Given entries:
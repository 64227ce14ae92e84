import { performance } from 'node:perf_hooks';
import { count, sql } from 'drizzle-orm';
import type { Logger } from 'pino';
import type { Env } from '@server/config/env.ts';
import type { Db } from '@server/db/client.ts';
import { teams } from '@server/db/schema/teams.ts';
import { createDemoClock, momentTime } from './demo-clock.ts';
import { playEvent } from './demo-events.ts';
import { createDemoPeople } from './demo-people.ts';
import { createDemoRoutines, uploadStiffnessMatrices } from './demo-routine-setup.ts';
import { demoStory, setupMoments, type DemoMoment } from './demo-story.ts';
import { demoTeam } from './demo-team.ts';
import { createDemoQueue, createDemoTrialRunner } from './demo-trials.ts';
import type { DemoWorld } from './demo-world.ts';

export type DemoLoadResult =
  | { loaded: false; reason: string }
  | {
      loaded: true;
      teamId: number;
      teamSlug: string;
      trialsRun: number;
      /** Trials the story leaves queued: the caller hands them to the job queue after commit. */
      queuedTrialIds: number[];
      seconds: number;
    };

export interface DemoLoadOptions {
  logger: Pick<Logger, 'info' | 'warn' | 'error'>;
  /** The time the story counts back from; now by default. */
  anchor?: Date;
}

/** Same key for every loader, so two loads at once take turns and the second one skips. */
const DEMO_LOCK_KEY = 4_210_001;

/**
 * Loads the demo team's story into an instance that has no teams yet, in one transaction: the
 * five people, the team, the uploaded stiffness matrices, three routines with their matrix sets,
 * and every event of demo-story.ts through the services the API uses, with every trial run by
 * the worker's own job function here and now. Rows get the times of the story (demo-clock.ts).
 * A failure anywhere rolls the whole load back. An instance with a team is left alone.
 */
export async function loadDemo(
  db: Db,
  env: Env,
  options: DemoLoadOptions,
): Promise<DemoLoadResult> {
  const started = performance.now();
  const anchor = options.anchor ?? new Date();
  return db.transaction(async (tx) => {
    await tx.execute(sql`select pg_advisory_xact_lock(${DEMO_LOCK_KEY})`);
    const [existing] = await tx.select({ n: count() }).from(teams);
    if ((existing?.n ?? 0) > 0) {
      return { loaded: false, reason: `the database has ${existing!.n} team(s) already` };
    }
    // The services take the database handle; inside this transaction they get the transaction,
    // and their own transactions become savepoints of it, so the load commits whole or not at all.
    const txDb = tx as unknown as Db;
    const clock = await createDemoClock(tx);
    const stampAt = (moment: DemoMoment, step: number) =>
      clock.stamp(new Date(momentTime(anchor, moment).getTime() + step * 60_000));

    const people = await createDemoPeople(txDb);
    await stampAt(setupMoments.team, 0);
    const uploadIds = await uploadStiffnessMatrices(txDb, people);
    await stampAt(setupMoments.uploads, 0);
    const routines = await createDemoRoutines(txDb, people, uploadIds);
    await stampAt(setupMoments.routines, 0);

    const world: DemoWorld = {
      db: txDb,
      env,
      people,
      routines,
      queue: createDemoQueue(),
      trials: createDemoTrialRunner(txDb, env, options.logger),
      candidates: new Map(),
      promotions: new Map(),
      leftQueued: [],
    };
    let previous: DemoMoment | null = null;
    let step = 0;
    for (const event of demoStory) {
      await playEvent(world, event);
      step = previous && previous.day === event.day && previous.hour === event.hour ? step + 1 : 0;
      previous = event;
      await stampAt(event, step);
    }
    options.logger.info({ trials: world.trials.count() }, 'demo story played');
    return {
      loaded: true,
      teamId: people.teamId,
      teamSlug: demoTeam.slug,
      trialsRun: world.trials.count(),
      queuedTrialIds: world.leftQueued,
      seconds: (performance.now() - started) / 1000,
    };
  });
}
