import { loadEnv } from '@server/config/env.ts';
import { createDatabase } from '@server/db/client.ts';
import { createLogger } from '@server/http/logger.ts';
import { createPgBossQueue } from '@server/jobs/pg-boss-queue.ts';
import { loadDemo } from './demo-load.ts';

// `npm run demo:load` (node --no-node-snapshot --no-concurrent-recompilation, like the worker:
// the demo runs real trials). Loads the demo team into DATABASE_URL when it has no teams, then
// hands the trials the story leaves queued to the job queue, for a worker to run.
const env = loadEnv();
const logger = createLogger(env.LOG_LEVEL).child({ process: 'demo' });
const database = createDatabase(env.DATABASE_URL, 2);

try {
  const result = await loadDemo(database.db, env, { logger });
  if (!result.loaded) {
    console.error(`[stablehand] demo data skipped: ${result.reason}`);
  } else {
    if (result.queuedTrialIds.length > 0) {
      const queue = await createPgBossQueue({
        databaseUrl: env.DATABASE_URL,
        logger,
        schema: env.PGBOSS_SCHEMA,
      });
      try {
        for (const trialId of result.queuedTrialIds) await queue.enqueueTrial(trialId);
      } finally {
        await queue.stop();
      }
    }
    console.error(
      `[stablehand] demo data loaded: team ${result.teamSlug}, ${result.trialsRun} trials run, ` +
        `${result.queuedTrialIds.length} left queued for the worker, ${result.seconds.toFixed(1)} s`,
    );
  }
} catch (err) {
  logger.error({ err }, 'demo load failed');
  console.error('[stablehand] demo data not loaded; nothing was written');
  process.exitCode = 1;
} finally {
  await database.pool.end();
}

Directions for this task:
Would you please work out how many lines of the data hold "back"? Reply with the number alone.

Answer section:
2